I learn about Bach awesome Suite No. 1 BWV 1007 for Solo Cello from this film.


----------



## handlebar

Absolutely adored this movie and it's music. Very fine.

Jim


----------



## Edmond-Dantes

AH! I've been wanting to watch that movie for ages! Ever since it was in the theater, I've just never gotten around to it.

I will definitely rent this one.. it looked so compelling and intense.


----------



## Tapkaara

Very good movie, I have the DVD.

By the way, the guy who wrote the score of that film is Wojciech Kilar, who also did Bram Stoker's Dracula by FF Coppola. Kilar is one of my favorite modern composers.


----------



## blays

It's a great movie, where music (and silence) expresses more than actual dialogue. I kind wish they included full parts of the pieces though. But it's understandable, or the movie would drag on for ages.


----------



## handlebar

I also wish that the German commander had arrived earlier in the film. I won't say any more as some have not seen it.

Jim


----------



## Edward Elgar

It seemed a little too much of a "Schindler's List" rip-off for me. Saying that, being a pianist, I was able to enjoy the film on a purely musical level and I didn't hesitate getting the old C# minor Nocturne out afterwards!

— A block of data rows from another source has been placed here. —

impl RModel {
    /// The default model from the shipped PDG 2026 table, α_s(M_Z) = 0.1180.
    pub fn standard() -> Self {
        Self::new(&Parameters::shipped(), ALPHA_S_MZ, None)
    }

    /// The model from `params`, `alpha_s_mz`, and an optional user table.
    pub fn new(params: &Parameters, alpha_s_mz: f64, table: Option<RTable>) -> Self {
        let th = &params.thresholds;
        let omega = params.resonance("omega");
        let pion = PionFormFactor::new(pipi::PionParams {
            m_rho: params.rho.mass_gev,
            gamma_rho: params.rho.width_gev,
            m_rho_prime: params.rho.prime_mass_gev,
            gamma_rho_prime: params.rho.prime_width_gev,
            beta: params.rho.prime_weight,
            m_omega: omega.map_or(0.78266, |o| o.mass_gev),
            gamma_omega: omega.map_or(0.00868, |o| o.width_gev),
            delta: params.rho.omega_mixing,
            m_pi: th.m_pi_charged_gev,
        });
        let run = |a| AlphaS::new(a, M_Z_GEV, th.m_c_msbar_gev, th.m_b_msbar_gev);
        let covered = |m: f64, narrow: bool| {
            table
                .as_ref()
                .is_some_and(|t| t.covers(m) && (!narrow || t.includes_narrow()))
        };
        let resonances: Vec<Resonance> = params
            .resonance
            .iter()
            .filter(|r| !covered(r.mass_gev, r.narrow))
            .map(|r| Resonance {
                name: r.name.clone(),
                mass_gev: r.mass_gev,
                width_gev: r.width_gev,
                gamma_ee_bare_gev: r.gamma_ee_kev * 1e-6,
                gamma_ee_rel_unc: r.gamma_ee_unc_kev / r.gamma_ee_kev,
                weight: 1.0 - r.exclude_fraction,
                region: if r.narrow {
                    Region::Narrow
                } else {
                    Region::OmegaPhi
                },
            })
            .collect();
        let s_th = 4.0 * th.m_pi_charged_gev * th.m_pi_charged_gev;
        let heavy = [
            (th.m_c_msbar_gev, th.m_d0_gev),
            (th.m_b_msbar_gev, th.m_b_charged_gev),
        ];
        let mut features = vec![Feature::Edge { s_gev2: s_th }];
        for e in [
            SWITCH_GEV.0,
            SWITCH_GEV.1,
            th.m_c_msbar_gev,
            th.m_b_msbar_gev,
        ] {
            features.push(Feature::Edge { s_gev2: e * e });
        }
        for (_, m) in heavy {
            let e = 2.0 * m;
            features.push(Feature::Edge { s_gev2: e * e });
            features.push(Feature::Edge {
                s_gev2: (e + pqcd::ONSET_GEV).powi(2),
            });
        }
        if let Some(t) = &table {
            let (lo, hi) = t.range_gev();
            features.push(Feature::Edge { s_gev2: lo * lo });
            features.push(Feature::Edge { s_gev2: hi * hi });
        }
        features.push(Feature::Peak {
            s_gev2: params.rho.mass_gev.powi(2),
            m_gamma_gev2: params.rho.mass_gev * params.rho.width_gev,
        });
        // At the PDG masses; the model's own Breit–Wigners move to their bare ones below.
        for r in &params.resonance {
            features.push(Feature::Peak {
                s_gev2: r.mass_gev * r.mass_gev,
                m_gamma_gev2: r.mass_gev * r.width_gev,
            });
        }
        let mut model = RModel {
            pion,
            alpha_s: run(alpha_s_mz),
            alpha_s_up: run(alpha_s_mz + ALPHA_S_MZ_UNC),
            heavy,
            s_th,
            resonances,
            table,
            variation: None,
            features,
            edition: params.edition.clone(),
        };
        // Re Π of the smooth R by its dispersion rule (µs a point; the tables come later).
        let smooth = SmoothRule::new(&model);
        model.undress_widths(&smooth);
        let pdg: Vec<Feature> = model.resonances.iter().map(Resonance::peak).collect();
        model.undress_poles(&smooth);
        // Π peaks at the bare masses (the dressed line shapes at the PDG ones: `Vp` marks those).
        for (old, r) in pdg.iter().zip(&model.resonances) {
            if let Some(f) = model.features.iter_mut().find(|f| *f == old) {
                *f = r.peak();
            }
        }
        model
    }

    /// Replace each Breit–Wigner's PDG mass and width by the bare ones that put the pole of
    /// the resummed 1/(1 − Π) at the PDG M² − iMΓ.
    ///
    /// A resonance inside Π, Π_V ≈ B/(s − M₀² + iM₀Γ₀), moves the pole of 1/(1 − Π) to
    /// s_p ≈ M₀² − iM₀Γ₀ + B/(1 − Π_rest): up in mass (J/ψ: by ≈ 24 M Γ, 1.1 MeV) and wider by
    /// the decays through the photon that Im Π_rest adds (Γ_ee·(2 + R) + …, ≈ 25% of the
    /// J/ψ width). The PDG mass and width are those of the physical pole, so the bare ones
    /// are M₀² − iM₀Γ₀ = M² − iMΓ − B/(1 − Π_rest), found by moving the bare pole by the
    /// miss of the resummed one until it is below 10⁻⁶ of the width (two or three steps;
    /// the map is a translation to first order). Γ_ee⁰ is already bare.
    fn undress_poles(&mut self, smooth: &SmoothRule) {
        for i in 0..self.resonances.len() {
            let target = {
                let r = &self.resonances[i];
                Complex64::new(r.mass_gev * r.mass_gev, -r.mass_gev * r.width_gev)
            };
            let mut bare = target;
            for _ in 0..6 {
                let pole = self.resummed_pole(i, smooth);
                let miss = target - pole;
                bare += miss;
                let r = &mut self.resonances[i];
                r.mass_gev = bare.re.sqrt();
                r.width_gev = -bare.im / r.mass_gev;
                if miss.norm() < 1e-6 * target.im.abs() {
                    break;
                }
            }
        }
    }

    /// The pole of 1/(1 − Π) near resonance `i` ([`crate::vp::resummed_pole`]), with Π the
    /// leptonic part, the smooth hadronic part (its imaginary part from R) and every
    /// Breit–Wigner.
    fn resummed_pole(&self, i: usize, smooth: &SmoothRule) -> Complex64 {
        let r = &self.resonances[i];
        let pi = |s: f64| {
            let mut pi = self.pi_without(s, smooth, None);
            if s > self.s_threshold() {
                pi.im -= ALPHA / 3.0 * self.r_smooth(s);
            }
            pi
        };
        crate::vp::resummed_pole(pi, r.mass_gev * r.mass_gev, r.mass_gev * r.width_gev)
    }

    /// Replace each PDG Γ_ee by the bare Γ_ee⁰ = Γ_ee·|1 − Π(M²)|², with Π the leptonic,
    /// smooth hadronic and other resonances' parts at M² (physics.md §2).
    fn undress_widths(&mut self, smooth: &SmoothRule) {
        let factors: Vec<f64> = (0..self.resonances.len())
            .map(|i| {
                let m = self.resonances[i].mass_gev;
                let m2 = m * m;
                (1.0 - self.pi_without(m2, smooth, Some(i))).norm_sqr()
            })
            .collect();
        for (r, f) in self.resonances.iter_mut().zip(factors) {
            r.gamma_ee_bare_gev *= f;
        }
    }

    /// Π(s) of the leptons, the real part of the smooth hadronic R and the Breit–Wigners but
    /// `skip`, as the undressing needs it.
    fn pi_without(&self, s: f64, smooth: &SmoothRule, skip: Option<usize>) -> Complex64 {
        let mut pi = crate::vp::leptonic::pi_leptonic(s);
        pi.re += smooth.re(self, s);
        for (j, bw) in self.resonances.iter().enumerate() {
            if Some(j) != skip {
                pi += crate::vp::hadronic::pi_breit_wigner(bw, s);
            }
        }
        pi
    }

    /// This model with `region` shifted by `n_sigma` standard deviations.
    pub fn varied(&self, region: Region, n_sigma: f64) -> Self {
        let mut m = self.clone();
        m.variation = Some(Variation { region, n_sigma });
        // The inclusive region's uncertainty ends at the pQCD onset and pQCD's begins there:
        // a varied R jumps at PQCD_FROM_GEV, an edge every integral over it must split at
        // (unmarked, an ISR point across it missed its estimate by 600×). The nominal R is
        // continuous there and has no edge.
        if matches!(region, Region::Inclusive | Region::Pqcd) && n_sigma != 0.0 {
            let edges = self.part_switches().into_iter();
            m.features
                .extend(edges.map(|s_gev2| Feature::Edge { s_gev2 }));
        }
        for r in m.resonances.iter_mut().filter(|r| r.region == region) {
            r.gamma_ee_bare_gev *= (1.0 + n_sigma * r.gamma_ee_rel_unc).max(0.0);
        }
        if let Some(t) = &self.table {
            match region {
                Region::TableSyst => m.table = Some(t.shifted(n_sigma, false)),
                Region::TableStat => m.table = Some(t.shifted(n_sigma, true)),
                _ => {}
            }
        }
        m
    }

    /// The variation applied, if any.
    pub fn variation(&self) -> Option<Variation> {
        self.variation
    }

    /// The regions this model has (the table regions only with a table).
    pub fn regions(&self) -> Vec<Region> {
        Region::ALL
            .into_iter()
            .filter(|r| self.table.is_some() || !matches!(r, Region::TableSyst | Region::TableStat))
            .collect()
    }

    /// The Breit–Wigner resonances treated analytically in the dispersion integral.
    pub fn resonances(&self) -> &[Resonance] {
        &self.resonances
    }

    /// Peaks of the smooth R as (M², MΓ) in GeV²: the ρ and the ω interference in F_π.
    pub fn smooth_peaks(&self) -> [(f64, f64); 2] {
        let (mr, gr, mw, gw) = self.pion.masses_and_widths();
        [(mr * mr, mr * gr), (mw * mw, mw * gw)]
    }

    /// Where the split of R into regions changes abruptly (GeV²): the pQCD onset, unless a
    /// user table covers it. R is continuous there, but each region's share and its
    /// uncertainty jump, and so does a varied R ([`RModel::varied`] marks it an edge).
    /// Dispersion rules for the parts put a panel boundary there.
    pub fn part_switches(&self) -> Vec<f64> {
        let covered = self.table.as_ref().is_some_and(|t| t.covers(PQCD_FROM_GEV));
        if covered {
            Vec::new()
        } else {
            vec![PQCD_FROM_GEV * PQCD_FROM_GEV]
        }
    }

    /// Where the smooth R starts like a power of (s − s₀): the ππ threshold 4m_π² (GeV²).
    pub fn power_thresholds(&self) -> [f64; 1] {
        [self.s_th]
    }

    /// The lower edge of R (4m_π±²), GeV².
    pub fn s_threshold(&self) -> f64 {
        self.s_th
    }

    /// The user table, if any.
    pub fn table(&self) -> Option<&RTable> {
        self.table.as_ref()
    }

    /// α_s of this model.
    pub fn alpha_s(&self) -> &AlphaS {
        &self.alpha_s
    }

    /// Each smooth region's R at s: (pipi, inclusive, pqcd, table); their sum is the smooth R.
    fn smooth_parts(&self, s: f64) -> [f64; 4] {
        if s <= self.s_th {
            return [0.0; 4];
        }
        let e = s.sqrt();
        if let Some(t) = &self.table
            && t.covers(e)
        {
            return [0.0, 0.0, 0.0, t.eval(e).0];
        }
        if e < PQCD_FROM_GEV {
            let w = switch(e);
            let pipi = if w < 1.0 {
                (1.0 - w) * self.pion.r(s)
            } else {
                0.0
            };
            let incl = if w > 0.0 {
                w * pqcd::r_pqcd(s, &self.alpha_s, &self.heavy, false)
            } else {
                0.0
            };
            [pipi, incl, 0.0, 0.0]
        } else {
            [
                0.0,
                0.0,
                pqcd::r_pqcd(s, &self.alpha_s, &self.heavy, true),
                0.0,
            ]
        }
    }

    /// The smooth part of R (everything but the analytic Breit–Wigners), with the variation.
    pub fn r_smooth(&self, s: f64) -> f64 {
        let parts = self.smooth_parts(s);
        let mut r: f64 = parts.iter().sum();
        if let Some(v) = self.variation
            && !matches!(
                v.region,
                Region::OmegaPhi | Region::Narrow | Region::TableSyst | Region::TableStat
            )
        {
            r += v.n_sigma * self.smooth_unc_from(v.region, s, &parts);
        }
        r.max(0.0)
    }

    /// The 1σ absolute uncertainty of R at s from `region` (correlated within the region).
    pub fn r_unc(&self, region: Region, s: f64) -> f64 {
        match region {
            Region::OmegaPhi | Region::Narrow => self
                .resonances
                .iter()
                .filter(|r| r.region == region)
                .map(|r| r.r(s) * r.gamma_ee_rel_unc)
                .sum(),
            _ => self.smooth_unc_from(region, s, &self.smooth_parts(s)),
        }
    }

    fn smooth_unc_from(&self, region: Region, s: f64, parts: &[f64; 4]) -> f64 {
        match region {
            Region::PiPi => PIPI_REL_UNC * parts[0],
            Region::Inclusive => INCLUSIVE_REL_UNC * parts[1],
            Region::Pqcd if parts[2] > 0.0 => {
                let up = pqcd::r_pqcd(s, &self.alpha_s_up, &self.heavy, true);
                let mut heavy = 0.0;
                for ((m, m_open), q2) in self.heavy.iter().zip([4.0 / 9.0, 1.0 / 9.0]) {
                    let v = (1.0 - 4.0 * m * m / s).max(0.0).sqrt();
                    heavy += 3.0 * q2 * pqcd::heavy_weight(s, *m, *m_open) * (1.0 - v);
                }
                (up - parts[2]).abs() + HEAVY_THRESHOLD_REL_UNC * heavy
            }
            Region::TableSyst => match &self.table {
                Some(t) if s > self.s_th && t.covers(s.sqrt()) => t.eval(s.sqrt()).1,
                _ => 0.0,
            },
            _ => 0.0,
        }
    }

    /// Each smooth region's share of R at s, keyed by region (table regions: syst only).
    pub fn smooth_region_parts(&self, s: f64) -> [(Region, f64); 4] {
        let p = self.smooth_parts(s);
        [
            (Region::PiPi, p[0]),
            (Region::Inclusive, p[1]),
            (Region::Pqcd, p[2]),
            (Region::TableSyst, p[3]),
        ]
    }
}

I don't want to spoil it for anyone, but I thought it was good how they explored the idea that expression of art helps us to see humanity with greater understanding and compassion. That's an interesting concept I think and needs further exploration.


----------



## Isola

I absolutely LOVE this film! I generally like Polanski's films very much but this one has to be his best. And it's based on a true story. Adrien Brody's acting is fabulous. Both Polanski and Brody (Polish-Jewish descent) have their family members died in the Holocaust. They really put their heart in the film. Here is the most touching scene:


----------



## jadelee

I watched this film twice and love it more and more. Moreover, it is my fav movie about the war. And it has really brilliant music! I advise to watch this film to everyone who haven't done this earlier.


----------



## Cyclops

Yes this is a marvellous film,must add to my collection and I seem to remember discovering a Bach piece in it!
I just found something disturbing about this film. You see my partner works at ###### and I said to her,hmmm one to look out for on ex-rental. She told me they had one copy on ex rental and it was destroyed. The company's new policy is that all ex rental movies are destroyed because they're not profitable and the staff aren't allowed to buy them for themselves-that would be classed as theft!


----------



## handlebar

Cyclops said:


> The company's new policy is that all ex rental movies are destroyed because they're not profitable and the staff aren't allowed to buy them for themselves-that would be classed as theft!


Yet another stupid and insane rule by humans. Almost as good as the "lets pour out the extra grain and wine on the ground and let it rot as we cannot sell it " instead of donating it to someone needy or etc.

Blockbuster should donate them to libraries around the country. What a coup that would be.
My local library has quite a collection of DVD's.

Jim


----------



## daveschaub

What a﻿ sad , brilliant movie. you know, the director was a survivor of the holocaust. 
But why wasnt he boarded on the train that his family was on?

I showed my grandfather this movie and he saw just about half of 
it and couldnt see the rest of it because he witnessed alot of this as a 
paratrooper for Army in the war. i felt﻿ bad but its a really good emotionally 
powerful movie.


----------



## Dedrater

Edward Elgar said:


> I don't want to spoil it for anyone, but I thought it was good how they explored the idea that expression of art helps us to see humanity with greater understanding and compassion. That's an interesting concept I think and needs further exploration.


It wasn't so much blind, liberalized compassion as it was a realization that merit and competence take precedence over mass generalization. Regardless of Polanski's actual intentions, the film seems to speak more to the nature of global conflict and mass society than to holding hands and saving everyone (because we're all equal, of course).


----------



## LuvRavel

I'm surprised that no one has yet to comment on Brody's fine playing of the chopin nocturne. Although he only played a short and not very technical section of it, it sounds very musical and faithful to the composer's intention.

Is it true that Brody bought a piano and learned it for the first time in his life in preparation for this film?


----------



## Ispin

*A very short note on Brody & Szpilman*

Roman Polanski's film _The Pianist_ is based on Bronisław Szpilman's autobiography _Pianista_ (in Polish). Szpilman was a Polish pianist and a composer of Jewish origin. To the end of his days he lived in Poland. Szpilman the member of *Warsaw Quintet* (not to be mixed up with _*The Warsaw Quintet*_).










Warsaw Quintet was organized by Bronisław Gimpel who is sitting on the right. I am afraid that at present few remember him, alas. However, Gimpel was a great violinist compared to Bronislaw Humerman, and called Bronislaw the Second. Just listen to Gimpel playing Beethoven Concerto (1 movement).


----------



## Ispin

err.
1. Szpilman was the member...
2. Gimplel plays Romanca (2 mov).


----------